## Requirement
The data beneath this task has to be reprinted character for character.

Working data Start Marker

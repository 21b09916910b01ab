/* test_pf_ranks.c - the particle filter split across ranks
 * (sl_pf_run_ranks), with the ranks played by threads of this process and
 * collectives in shared memory: every output equals the single-process
 * run (sl_pf_run) bit for bit for 1 to 7 ranks, with an exchange of one
 * member a round as well as the default, split by members (the particle
 * filter) or by forecasts only (a lag, tempering, history, the ensemble
 * Kalman analyses); a rank whose model fails fails the run on every
 * rank; the settings it refuses, each with its reason. */
#include "check.h"
#include "line_localization.h"
#include "ranks_threads.h"
#include "sluice/integrate.h"
#include "sluice/loglik.h"
#include "sluice/pf.h"
#include "sluice/prior.h"
#include "sluice/rng.h"
#include "sluice/stats.h"

#include <math.h>
#include <pthread.h>
#include <stdint.h>
#include <string.h>

/* ------------------------------------------------------ run buffers */

typedef struct {
    sl_pf_output out;
    double *X, *P, *w;
    void *work;
    sl_status st;
    sl_error err;
} run_buf;

static void *zalloc(size_t count, size_t size)
{
    return ck_calloc(count ? count : 1, size);
}

static void run_alloc(run_buf *r, const sl_pf_config *cfg, const double *X0, const double *P0,
                      size_t work)
{
    const size_t n = cfg->model->n_state, p = cfg->model->n_param, N = cfg->N, T = cfg->T,
                 v = n + p, nq = cfg->nq, m = cfg->obs_first[T];
    memset(r, 0, sizeof *r);
    r->out.mean = zalloc(v * T, 8);
    r->out.quant = zalloc(v * nq * T, 8);
    r->out.ess = zalloc(T, 8);
    r->out.logz = zalloc(T, 8);
    r->out.resampled = zalloc(T, 8);
    r->out.degenerate = zalloc(T, 8);
    r->out.skipped = zalloc(T, 8);
    r->out.nonfinite = zalloc(T, 8);
    r->out.fmean = zalloc(v * T, 8);
    r->out.distinct = zalloc(p * T, 8);
    r->out.pspread = zalloc(p * T, 8);
    r->out.temper_steps = zalloc(T, 8);
    r->out.loglik_evals = zalloc(T, 8);
    r->out.move_sweeps = zalloc(T, 8);
    r->out.move_accept = zalloc(T, 8);
    r->out.inflation = zalloc(T, 8);
    r->out.floored = zalloc(T, 8);
    r->out.nanpred = zalloc(T, 8);
    r->out.pit = zalloc(m, 8);
    if (cfg->lag > 0) {
        r->out.smean = zalloc(v * T, 8);
        r->out.squant = zalloc(v * nq * T, 8);
        r->out.sanc = zalloc(T, 8);
    }
    r->X = zalloc(n * N, 8);
    r->P = zalloc(p * N, 8);
    r->w = zalloc(N, 8);
    r->work = zalloc(work, 1);
    memcpy(r->X, X0, n * N * 8);
    memcpy(r->P, P0, p * N * 8);
}

static void run_free(run_buf *r)
{
    double **f[] = {&r->out.mean, &r->out.quant, &r->out.ess, &r->out.logz,
                    &r->out.resampled, &r->out.degenerate, &r->out.skipped, &r->out.nonfinite,
                    &r->out.fmean, &r->out.distinct, &r->out.pspread, &r->out.temper_steps,
                    &r->out.loglik_evals, &r->out.move_sweeps, &r->out.move_accept,
                    &r->out.nanpred, &r->out.pit, &r->out.smean, &r->out.squant,
                    &r->out.sanc, &r->out.inflation, &r->out.floored, &r->X, &r->P, &r->w};
    size_t i;
    for (i = 0; i < sizeof f / sizeof *f; i++)
        ck_free(*f[i]);
    ck_free(r->work);
    memset(r, 0, sizeof *r);
}

/* cfg on one process, from X0 and P0, into r (run_alloc, then sl_pf_run;
 * the status in r->st). */
static void run_one(run_buf *r, const sl_pf_config *cfg, const double *X0, const double *P0)
{
    run_alloc(r, cfg, X0, P0, sl_pf_workspace(cfg));
    r->st = sl_pf_run(cfg, r->X, r->P, r->w, r->work, &r->out, &r->err);
}

/* bit for bit, NaN included */
static int same(const double *a, const double *b, size_t count)
{
    return count == 0 || memcmp(a, b, count * sizeof(double)) == 0;
}

static int identical(const sl_pf_config *cfg, const run_buf *a, const run_buf *b,
                     char *what)
{
    const size_t n = cfg->model->n_state, p = cfg->model->n_param, N = cfg->N, T = cfg->T,
                 v = n + p, nq = cfg->nq, m = cfg->obs_first[T];
    struct {
        const char *name;
        const double *x, *y;
        size_t count;
    } f[] = {{"mean", a->out.mean, b->out.mean, v * T},
             {"quant", a->out.quant, b->out.quant, v * nq * T},
             {"ess", a->out.ess, b->out.ess, T},
             {"logz", a->out.logz, b->out.logz, T},
             {"resampled", a->out.resampled, b->out.resampled, T},
             {"degenerate", a->out.degenerate, b->out.degenerate, T},
             {"skipped", a->out.skipped, b->out.skipped, T},
             {"nonfinite", a->out.nonfinite, b->out.nonfinite, T},
             {"fmean", a->out.fmean, b->out.fmean, v * T},
             {"distinct", a->out.distinct, b->out.distinct, p * T},
             {"pspread", a->out.pspread, b->out.pspread, p * T},
             {"temper_steps", a->out.temper_steps, b->out.temper_steps, T},
             {"loglik_evals", a->out.loglik_evals, b->out.loglik_evals, T},
             {"move_sweeps", a->out.move_sweeps, b->out.move_sweeps, T},
             {"move_accept", a->out.move_accept, b->out.move_accept, T},
             {"nanpred", a->out.nanpred, b->out.nanpred, T},
             {"pit", a->out.pit, b->out.pit, m},
             {"smean", a->out.smean, b->out.smean, cfg->lag > 0 ? v * T : 0},
             {"squant", a->out.squant, b->out.squant, cfg->lag > 0 ? v * nq * T : 0},
             {"sanc", a->out.sanc, b->out.sanc, cfg->lag > 0 ? T : 0},
             {"inflation", a->out.inflation, b->out.inflation, T},
             {"floored", a->out.floored, b->out.floored, T},
             {"X", a->X, b->X, n * N},
             {"P", a->P, b->P, p * N},
             {"w", a->w, b->w, N},
             {"log_evidence", &a->out.log_evidence, &b->out.log_evidence, 1}};
    size_t i;
    for (i = 0; i < sizeof f / sizeof *f; i++)
        if (!same(f[i].x, f[i].y, f[i].count)) {
            strcpy(what, f[i].name);
            return 0;
        }
    if (a->out.steps != b->out.steps) {
        strcpy(what, "steps");
        return 0;
    }
    return 1;
}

Working data End Marker

## Exercise result
repository 21b09916910b01ab
/* test_pf_ranks.c - the particle filter split across ranks
 * (sl_pf_run_ranks), with the ranks played by threads of this process and
 * collectives in shared memory: every output equals the single-process
 * run (sl_pf_run) bit for bit for 1 to 7 ranks, with an exchange of one
 * member a round as well as the default, split by members (the particle
 * filter) or by forecasts only (a lag, tempering, history, the ensemble
 * Kalman analyses); a rank whose model fails fails the run on every
 * rank; the settings it refuses, each with its reason. */
#include "check.h"
#include "line_localization.h"
#include "ranks_threads.h"
#include "sluice/integrate.h"
#include "sluice/loglik.h"
#include "sluice/pf.h"
#include "sluice/prior.h"
#include "sluice/rng.h"
#include "sluice/stats.h"

#include <math.h>
#include <pthread.h>
#include <stdint.h>
#include <string.h>

/* ------------------------------------------------------ run buffers */

typedef struct {
    sl_pf_output out;
    double *X, *P, *w;
    void *work;
    sl_status st;
    sl_error err;
} run_buf;

static void *zalloc(size_t count, size_t size)
{
    return ck_calloc(count ? count : 1, size);
}

static void run_alloc(run_buf *r, const sl_pf_config *cfg, const double *X0, const double *P0,
                      size_t work)
{
    const size_t n = cfg->model->n_state, p = cfg->model->n_param, N = cfg->N, T = cfg->T,
                 v = n + p, nq = cfg->nq, m = cfg->obs_first[T];
    memset(r, 0, sizeof *r);
    r->out.mean = zalloc(v * T, 8);
    r->out.quant = zalloc(v * nq * T, 8);
    r->out.ess = zalloc(T, 8);
    r->out.logz = zalloc(T, 8);
    r->out.resampled = zalloc(T, 8);
    r->out.degenerate = zalloc(T, 8);
    r->out.skipped = zalloc(T, 8);
    r->out.nonfinite = zalloc(T, 8);
    r->out.fmean = zalloc(v * T, 8);
    r->out.distinct = zalloc(p * T, 8);
    r->out.pspread = zalloc(p * T, 8);
    r->out.temper_steps = zalloc(T, 8);
    r->out.loglik_evals = zalloc(T, 8);
    r->out.move_sweeps = zalloc(T, 8);
    r->out.move_accept = zalloc(T, 8);
    r->out.inflation = zalloc(T, 8);
    r->out.floored = zalloc(T, 8);
    r->out.nanpred = zalloc(T, 8);
    r->out.pit = zalloc(m, 8);
    if (cfg->lag > 0) {
        r->out.smean = zalloc(v * T, 8);
        r->out.squant = zalloc(v * nq * T, 8);
        r->out.sanc = zalloc(T, 8);
    }
    r->X = zalloc(n * N, 8);
    r->P = zalloc(p * N, 8);
    r->w = zalloc(N, 8);
    r->work = zalloc(work, 1);
    memcpy(r->X, X0, n * N * 8);
    memcpy(r->P, P0, p * N * 8);
}

static void run_free(run_buf *r)
{
    double **f[] = {&r->out.mean, &r->out.quant, &r->out.ess, &r->out.logz,
                    &r->out.resampled, &r->out.degenerate, &r->out.skipped, &r->out.nonfinite,
                    &r->out.fmean, &r->out.distinct, &r->out.pspread, &r->out.temper_steps,
                    &r->out.loglik_evals, &r->out.move_sweeps, &r->out.move_accept,
                    &r->out.nanpred, &r->out.pit, &r->out.smean, &r->out.squant,
                    &r->out.sanc, &r->out.inflation, &r->out.floored, &r->X, &r->P, &r->w};
    size_t i;
    for (i = 0; i < sizeof f / sizeof *f; i++)
        ck_free(*f[i]);
    ck_free(r->work);
    memset(r, 0, sizeof *r);
}

/* cfg on one process, from X0 and P0, into r (run_alloc, then sl_pf_run;
 * the status in r->st). */
static void run_one(run_buf *r, const sl_pf_config *cfg, const double *X0, const double *P0)
{
    run_alloc(r, cfg, X0, P0, sl_pf_workspace(cfg));
    r->st = sl_pf_run(cfg, r->X, r->P, r->w, r->work, &r->out, &r->err);
}

/* bit for bit, NaN included */
static int same(const double *a, const double *b, size_t count)
{
    return count == 0 || memcmp(a, b, count * sizeof(double)) == 0;
}

static int identical(const sl_pf_config *cfg, const run_buf *a, const run_buf *b,
                     char *what)
{
    const size_t n = cfg->model->n_state, p = cfg->model->n_param, N = cfg->N, T = cfg->T,
                 v = n + p, nq = cfg->nq, m = cfg->obs_first[T];
    struct {
        const char *name;
        const double *x, *y;
        size_t count;
    } f[] = {{"mean", a->out.mean, b->out.mean, v * T},
             {"quant", a->out.quant, b->out.quant, v * nq * T},
             {"ess", a->out.ess, b->out.ess, T},
             {"logz", a->out.logz, b->out.logz, T},
             {"resampled", a->out.resampled, b->out.resampled, T},
             {"degenerate", a->out.degenerate, b->out.degenerate, T},
             {"skipped", a->out.skipped, b->out.skipped, T},
             {"nonfinite", a->out.nonfinite, b->out.nonfinite, T},
             {"fmean", a->out.fmean, b->out.fmean, v * T},
             {"distinct", a->out.distinct, b->out.distinct, p * T},
             {"pspread", a->out.pspread, b->out.pspread, p * T},
             {"temper_steps", a->out.temper_steps, b->out.temper_steps, T},
             {"loglik_evals", a->out.loglik_evals, b->out.loglik_evals, T},
             {"move_sweeps", a->out.move_sweeps, b->out.move_sweeps, T},
             {"move_accept", a->out.move_accept, b->out.move_accept, T},
             {"nanpred", a->out.nanpred, b->out.nanpred, T},
             {"pit", a->out.pit, b->out.pit, m},
             {"smean", a->out.smean, b->out.smean, cfg->lag > 0 ? v * T : 0},
             {"squant", a->out.squant, b->out.squant, cfg->lag > 0 ? v * nq * T : 0},
             {"sanc", a->out.sanc, b->out.sanc, cfg->lag > 0 ? T : 0},
             {"inflation", a->out.inflation, b->out.inflation, T},
             {"floored", a->out.floored, b->out.floored, T},
             {"X", a->X, b->X, n * N},
             {"P", a->P, b->P, p * N},
             {"w", a->w, b->w, N},
             {"log_evidence", &a->out.log_evidence, &b->out.log_evidence, 1}};
    size_t i;
    for (i = 0; i < sizeof f / sizeof *f; i++)
        if (!same(f[i].x, f[i].y, f[i].count)) {
            strcpy(what, f[i].name);
            return 0;
        }
    if (a->out.steps != b->out.steps) {
        strcpy(what, "steps");
        return 0;
    }
    return 1;
}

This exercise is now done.